The production of steel accounts for about 7% of global greenhouse gas emissions, according to a report from the United Nations, and it’s a business that is notoriously hard to clean up.
But since 2017 some of the world’s largest manufacturers of metal have poured hundreds of millions of dollars into attempts to make steel manufacturing more sustainable.
“Steel is a very important material for modern society. It has been made since a long time back from iron ore, using coal,” Martin Pei, chief technical officer at SSAB, a Swedish company at the forefront of these efforts, told The Financial Times earlier this year. “If we really want to contribute to realizing the climate goals set in the Paris agreement, then there’s a quite widespread consensus that only doing further efficiency improvements in the blast furnace will not be enough. Breakthrough technologies are needed urgently.”
Some companies, like the Massachusetts-based company Boston Metal have invented entirely new ways of creating steel, while in Europe several projects are underway to harness renewable energy and emission-free hydrogen to create sustainable steel.
Among them is the Swedish company, H2 Green Steel. Using the massive hydropower resources that have helped their country generate over half of its energy supply from renewable power, H2 Green Steel intends to build a hydrogen conversion facility to fuel its steel-making operations.
Using the same thesis that helped turn the battery company Northvolt into a business taking $14 billion orders from massive car companies like Volkswagen, H2 Green Steel is looking to build one of the largest steel manufacturing plants to serve European car makers.

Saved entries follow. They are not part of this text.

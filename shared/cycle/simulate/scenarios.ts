/**
 * The catalogue of simulated tanks the rule sets are judged on: one per rule of rule
 * set 2, each with what an experienced aquarist would decide and why. Scenario tests,
 * the before/after table (scripts/cycle-scenarios.ts) and forecast back-tests share it.
 */

import type { CycleInput } from '../types'
import { dailyDoses, DOSE_2PPM_N, fishlessPlan } from './plans'
import { dayTime, simulate, simulationInput, type SimulationPlan } from './simulate'

/** One judged tank. */
export interface Scenario {
  readonly id: string
  /** What an experienced aquarist would decide, and why. */
  readonly aquarist: string
  readonly plan: SimulationPlan
  /** The moment the verdict is for: day and hour from the plan's start. */
  readonly at: { day: number, hour: number }
  /** A change to the input the simulator cannot express (a same-minute test, a stored reading). */
  readonly tweak?: (input: CycleInput) => CycleInput
}

const START = '2026-03-02T00:00:00.000Z'
const fishIn = (seed: number, days: number, over: Partial<SimulationPlan> = {}): SimulationPlan => ({
  seed, start: START, days, method: 'fish-in', seeding: 'bottled', testHour: 8,
  livestock: [{ day: 0, hour: 7, group: 'fish', count: 3, loadNPerDay: 0.35 }], ...over,
})
const reef = { reefChemistry: true } as const

/** Every scenario, in the order of the rules they exercise. */
export const SCENARIOS: readonly Scenario[] = [
  {
    id: 'same-minute-tests',
    aquarist: 'Two tests saved in the same minute: the one entered last (ammonia 1 ppm with fish in) is the one that counts; act on it.',
    plan: fishIn(31, 30),
    at: { day: 29, hour: 12 },
    tweak: input => ({
      ...input,
      readings: [
        ...input.readings,
        { id: 'a-first', takenAt: dayTime({ start: START } as SimulationPlan, 29, 10), enteredAt: dayTime({ start: START } as SimulationPlan, 29, 10.1), ammoniaN: 0.82, nitriteN: 0, pH: 8.1, temperatureC: 25.5, salinity: 35 },
        { id: '0-second', takenAt: dayTime({ start: START } as SimulationPlan, 29, 10), enteredAt: dayTime({ start: START } as SimulationPlan, 29, 10.05), ammoniaN: 0, nitriteN: 0, pH: 8.1, temperatureC: 25.5, salinity: 35 },
      ],
    }),
  },
  {
    id: 'one-dose-overnight',
    aquarist: 'Live rock and one dose cleared overnight, then zeros: not proof. Dose daily for three days and watch each clear before calling it cycled.',
    plan: { seed: 2, start: START, days: 6, method: 'fishless', seeding: 'live-rock', doses: [{ day: 0, hour: 10, amountN: DOSE_2PPM_N }], testHour: 18 },
    at: { day: 5, hour: 20 },
  },
  {
    id: 'doses-without-amount',
    aquarist: 'Daily doses logged without amounts: nobody knows what was cleared, so it is not proof yet.',
    plan: { ...fishlessPlan({ seed: 3, start: START, days: 36 }), doses: fishlessPlan({ seed: 3, start: START, days: 36 }).doses?.map(d => (d.day >= 24 ? { ...d, logAmount: false } : d)) },
    at: { day: 35, hour: 18.7 },
  },
  {
    id: 'fishless-textbook',
    aquarist: 'Bottled bacteria, about 2 ppm daily once nitrite is gone, each dose gone by the next evening for days: cycled.',
    plan: fishlessPlan({ seed: 7, start: START, days: 36 }),
    at: { day: 35, hour: 18.7 },
  },
  {
    id: 'fish-in-nitrite-stage',
    aquarist: 'Three fish, an ammonia and a nitrite stage, then a week of zeros on daily tests: cycled for the load it carries.',
    plan: fishIn(5, 40),
    at: { day: 39, hour: 12 },
  },
  {
    id: 'fish-in-seeded',
    aquarist: 'Live rock carried the fish from day one: no ammonia or nitrite ever showed, nitrate has risen for weeks. It is cycled; blocking it forever would be wrong.',
    plan: fishIn(6, 30, { seeding: 'live-rock' }),
    at: { day: 29, hour: 12 },
  },
  {
    id: 'stall-low-alkalinity',
    aquarist: 'Daily doses with nobody topping up alkalinity: ammonia sits high and nitrate stops rising. A stall: check alkalinity and pH, stop dosing.',
    plan: { seed: 8, start: START, days: 40, method: 'fishless', seeding: 'bottled', buffered: false, doses: dailyDoses(0, 39, DOSE_2PPM_N), testHour: 18 },
    at: { day: 39, hour: 20 },
  },
  {
    id: 'nitrite-off-the-kit-nitrate-climbing',
    aquarist: 'Nitrite off the top of the kit for two weeks, but nitrate climbing: the bacteria are working. Not a stall; lower the dose.',
    plan: { seed: 9, start: START, days: 24, method: 'fishless', seeding: 'bottled', doses: dailyDoses(0, 23, 2 * DOSE_2PPM_N), testHour: 18 },
    at: { day: 23, hour: 20 },
  },
  {
    id: 'high-nitrate-after-fishless',
    aquarist: 'Cycled after weeks of daily doses, nitrate about 80 ppm as NO3: change water before the fish go in.',
    plan: fishlessPlan({ seed: 10, start: START, days: 40 }),
    at: { day: 39, hour: 18.7 },
  },
  {
    id: 'stony-untested-chemistry',
    aquarist: 'Cycled two months ago, but alkalinity, calcium and magnesium never tested: no stony corals on a guess.',
    plan: fishIn(12, 70),
    at: { day: 69, hour: 12 },
  },
  {
    id: 'natural-seawater-salinity',
    aquarist: 'Salinity steady at about 35.3, natural seawater, chemistry in range, two months after completion: LPS may go in, SPS waits longer.',
    plan: fishIn(13, 75, { ...reef, salinity: () => 35.3 }),
    at: { day: 74, hour: 12 },
  },
  {
    id: 'large-addition',
    aquarist: 'Eight fish at once into a tank cycled for three: more fish wait two weeks, test daily.',
    plan: fishIn(14, 40, { livestock: [{ day: 0, hour: 7, group: 'fish', count: 3, loadNPerDay: 0.35 }, { day: 37, hour: 14, group: 'fish', count: 8, loadNPerDay: 0.9 }] }),
    at: { day: 39, hour: 12 },
  },
  {
    id: 'temperature-danger',
    aquarist: 'A heater stuck on: 31 C with fish in is an emergency, whatever the cycle says.',
    plan: fishIn(15, 30, { temperatureC: day => (day >= 28 ? 31.2 : 25.5) }),
    at: { day: 29, hour: 12 },
  },
  {
    id: 'chronic-free-ammonia',
    aquarist: 'Fish-in with ammonia at 0.5 ppm for four days at pH 8.3: toxic ammonia above the long-term limit all that time. Change water now.',
    plan: fishIn(16, 12, { livestock: [{ day: 0, hour: 7, group: 'fish', count: 6, loadNPerDay: 0.7 }], buffered: true, alkalinityDkh: 11 }),
    at: { day: 11, hour: 12 },
  },
  {
    id: 'nitrate-kit-dead',
    aquarist: 'Doses clear every day but nitrate reads 5 ppm for a fortnight: the nitrate kit is dead, not the cycle.',
    plan: { ...fishlessPlan({ seed: 17, start: START, days: 36 }), stuckNitrateStep: 1 },
    at: { day: 35, hour: 18.7 },
  },
  {
    id: 'time-alone-missed-tests',
    aquarist: 'Mid-cycle and the client stopped testing three days ago: the verdict must say so without any new reading.',
    plan: { ...fishlessPlan({ seed: 18, start: START, days: 15 }) },
    at: { day: 17, hour: 20 },
  },
]

/** The engine input of a scenario at its moment. */
export function scenarioInput(scenario: Scenario): CycleInput {
  const input = simulationInput(simulate(scenario.plan), dayTime(scenario.plan, scenario.at.day, scenario.at.hour))
  return scenario.tweak ? scenario.tweak(input) : input
}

Some of the richest families in Sweden, including the wealth behind companies like Maersk shipping empire, IKEA’s sprawling global furniture business, and high-tech consumer companies like Spotify’s founder, Daniel Ek, have poured over $100 million into the business.

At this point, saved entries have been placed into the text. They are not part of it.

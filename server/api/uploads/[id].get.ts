import { IdParams } from '#shared/schemas/common'

/** GET /api/uploads/:id — the stored file, for users who may see its tank. Returns the bytes with their detected type. */
export default defineEventHandler(async (event) => {
  const actor = await requireActor(event)
  const { id } = await getValidatedRouterParams(event, valid(IdParams))
  const row = requireVisibleUpload(actor, id)
  return sendStoredFile(event, row.storageKey, row.mimeType, row.originalName)
})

“We’ve seen a tremendous interest, both from the industry, future customers and long-term investors, in our mission to bring down co2-emissions to zero in the steel industry,” said H2 Green Steel chief executive, Henrik Henriksson in a statement. “Investors all over Europe understand that the climate crisis is the biggest challenge of our time and that a transformation of the industry is necessary.”
Based in Boden, Sweden, the H2 Green Steel development will include a “giga-scale” green hydrogen plant as part of an integrated steel production facility that’s aiming to produce 5 million tons of steel by 2030. Production is set to begin by 2024.

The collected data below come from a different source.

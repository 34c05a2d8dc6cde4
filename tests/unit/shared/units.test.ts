import { describe, expect, it } from 'vitest'
import fc from 'fast-check'
import {
  LITRES_PER_US_GALLON,
  assertFinite,
  celsiusToFahrenheit,
  cmToInches,
  convertLength,
  convertMass,
  convertTemperature,
  convertVolume,
  fahrenheitToCelsius,
  inchesToCm,
  kgToPounds,
  knPerM2ToPsf,
  litresToUsGallons,
  mgPerLToPpm,
  poundsToKg,
  ppmToMgPerL,
  psfToKnPerM2,
  usGallonsToLitres,
  type LengthUnit,
  type MassUnit,
  type TemperatureUnit,
  type VolumeUnit,
} from '../../../shared/units'

const FC = { seed: 1959, numRuns: 300 }

describe('exact defining factors (international yard and pound, 1959)', () => {
  // Exact definitions: tolerance is float round-off only (1e-12 relative).
  it('inch = 2.54 cm exactly', () => {
    expect(inchesToCm(1)).toBe(2.54)
    expect(convertLength(1, 'ft', 'mm')).toBeCloseTo(304.8, 12)
  })

  it('pound = 0.45359237 kg exactly', () => {
    expect(poundsToKg(1)).toBe(0.45359237)
    expect(convertMass(16, 'oz', 'lb')).toBeCloseTo(1, 14)
  })

  it('US gallon = 231 in^3 = 3.785411784 L exactly', () => {
    expect(usGallonsToLitres(1)).toBe(3.785411784)
    expect(convertVolume(231, 'in3', 'L')).toBeCloseTo(LITRES_PER_US_GALLON, 12)
  })

  it('UK gallon = 4.54609 L exactly, and is not a US gallon', () => {
    expect(convertVolume(1, 'ukgal', 'L')).toBe(4.54609)
    expect(convertVolume(1, 'ukgal', 'usgal')).toBeCloseTo(1.20095, 5) // computed from the two definitions
  })

  it('temperature fixed points: 32 F = 0 C, 212 F = 100 C, -40 F = -40 C, 0 C = 273.15 K', () => {
    expect(fahrenheitToCelsius(32)).toBeCloseTo(0, 12)
    expect(fahrenheitToCelsius(212)).toBeCloseTo(100, 12)
    expect(fahrenheitToCelsius(-40)).toBeCloseTo(-40, 12)
    expect(convertTemperature(0, 'C', 'K')).toBe(273.15)
    expect(celsiusToFahrenheit(25)).toBeCloseTo(77, 12)
  })

  it('1 psf = 0.0479 kN/m2 (reference.md §7)', () => {
    // tolerance 0.00005: the reference prints four decimals
    expect(Math.abs(psfToKnPerM2(1) - 0.0479)).toBeLessThan(0.00005)
  })

  it('ppm equals mg/L only at density 1; sea water differs by its density', () => {
    expect(ppmToMgPerL(1)).toBe(1)
    expect(ppmToMgPerL(1, 1.0233)).toBeCloseTo(1.0233, 12)
    expect(mgPerLToPpm(1.0233, 1.0233)).toBeCloseTo(1, 12)
  })
})

describe('properties', () => {
  const value = fc.double({ min: -1e6, max: 1e6, noNaN: true })
  const close = (a: number, b: number) => Math.abs(a - b) <= 1e-9 * Math.max(1, Math.abs(b))

  it('length, volume and mass round trips', () => {
    const lengths: LengthUnit[] = ['mm', 'cm', 'm', 'in', 'ft']
    const volumes: VolumeUnit[] = ['L', 'mL', 'm3', 'cm3', 'usgal', 'ukgal', 'in3', 'ft3']
    const masses: MassUnit[] = ['g', 'kg', 'lb', 'oz']
    fc.assert(fc.property(value, fc.constantFrom(...lengths), fc.constantFrom(...lengths), (v, a, b) => close(convertLength(convertLength(v, a, b), b, a), v)), FC)
    fc.assert(fc.property(value, fc.constantFrom(...volumes), fc.constantFrom(...volumes), (v, a, b) => close(convertVolume(convertVolume(v, a, b), b, a), v)), FC)
    fc.assert(fc.property(value, fc.constantFrom(...masses), fc.constantFrom(...masses), (v, a, b) => close(convertMass(convertMass(v, a, b), b, a), v)), FC)
  })

  it('named helpers invert each other', () => {
    fc.assert(fc.property(fc.double({ min: 0, max: 1e5, noNaN: true }), v =>
      close(litresToUsGallons(usGallonsToLitres(v)), v) && close(kgToPounds(poundsToKg(v)), v)
      && close(cmToInches(inchesToCm(v)), v) && close(knPerM2ToPsf(psfToKnPerM2(v)), v)), FC)
  })

  it('temperature round trips above absolute zero', () => {
    const units: TemperatureUnit[] = ['C', 'F', 'K']
    fc.assert(fc.property(fc.double({ min: 0, max: 1000, noNaN: true }), fc.constantFrom(...units), fc.constantFrom(...units), (k, a, b) => {
      const v = convertTemperature(k, 'K', a)
      return close(convertTemperature(convertTemperature(v, a, b), b, a), v)
    }), FC)
  })

  it('rejects non-finite values and temperatures below absolute zero', () => {
    expect(() => convertLength(Number.NaN, 'cm', 'in')).toThrow(RangeError)
    expect(() => convertVolume(Number.POSITIVE_INFINITY, 'L', 'usgal')).toThrow(/value/)
    expect(() => convertTemperature(-500, 'F', 'C')).toThrow(/absolute zero/)
    expect(() => convertTemperature(-1, 'K', 'C')).toThrow(/absolute zero/)
    expect(() => ppmToMgPerL(-1)).toThrow(/ppm/)
    expect(() => assertFinite('x', 5, { min: 0, max: 4 })).toThrow('x must be a finite number >= 0 and <= 4 (got 5)')
  })
})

The company’s sustainable steel isn’t the only green metal product aiming to hit the market in the next decade. Three other companies — another in Sweden and two in Austria are angling to take a bite out of H2 Green’s green business.
They include Hybrit, another Swedish project that’s a collaboration between the utility Vattenfall, the steelmaker SSAB, and iron ore miner LKAB. Their intended project could hoover up as much as a third of Sweden’s current energy supply, which might leave H2 Green a bit in the … dark?
And a few thousand kilometers away, in Austria, Voestalpine, a collaboration between massive Austrian and German industrial and energy companies, has already flipped the switch on their green Hydrogen facility.
Meanwhile, America’s Boston Metal is changing the manufacturing process completely, as Grist reported earlier this year.
Most steel — about 70 percent — is made in huge, hot furnaces, where temperatures can reach 2,500 degrees Fahrenheit. Coke, a purified version of coal, is heated in those furnaces with a combination of iron oxide and limestone before being injected with oxygen to reduce carbon and remove impurities.
The only other method for making steel these days is to take scrap metal and melt it down in electrical furnaces that can reach temperatures of around 3,000 degrees Fahrenheit. These electric arc furnaces use whatever power source is available from utility grids supplying the energy for operations.
Boston Metal’s approach, which has gotten backing from Bill Gates’ Breakthrough Energy Ventures and the megalithic multinational mining giant BHP, makes steel completely differently.
The company uses a metal cylinder known as an electrolytic cell to feed electricity through a tube made from a specific alloy. The electric current heats up a liquid solution made from iron oxide and other metallic minerals and separates the solution into oxygen and liquid iron. The oxygen bubbles up and the steel collects and cools at the bottom.
Initially developed by scientists at MIT with support from NASA and the American Iron and Steel Institute, Boston Metal was incorporated in 2012 by Professors Antoine Allanore, Donald R. Sadoway and Dr. Jim Yurko.
The following year, the three men demonstrated that the process could produce emissions-free steel.
“The cell will spit out a very pure iron, where you can add the other elements to get your high-quality steel,” Chief executive Tadeu Carneiro told the FT earlier this year. “If we have the cost of electricity at the same level that the aluminum manufacturers have today, which is $15 to $35 dollars per megawatt-hour, we will be competitive without a carbon tax… This really will change the world.”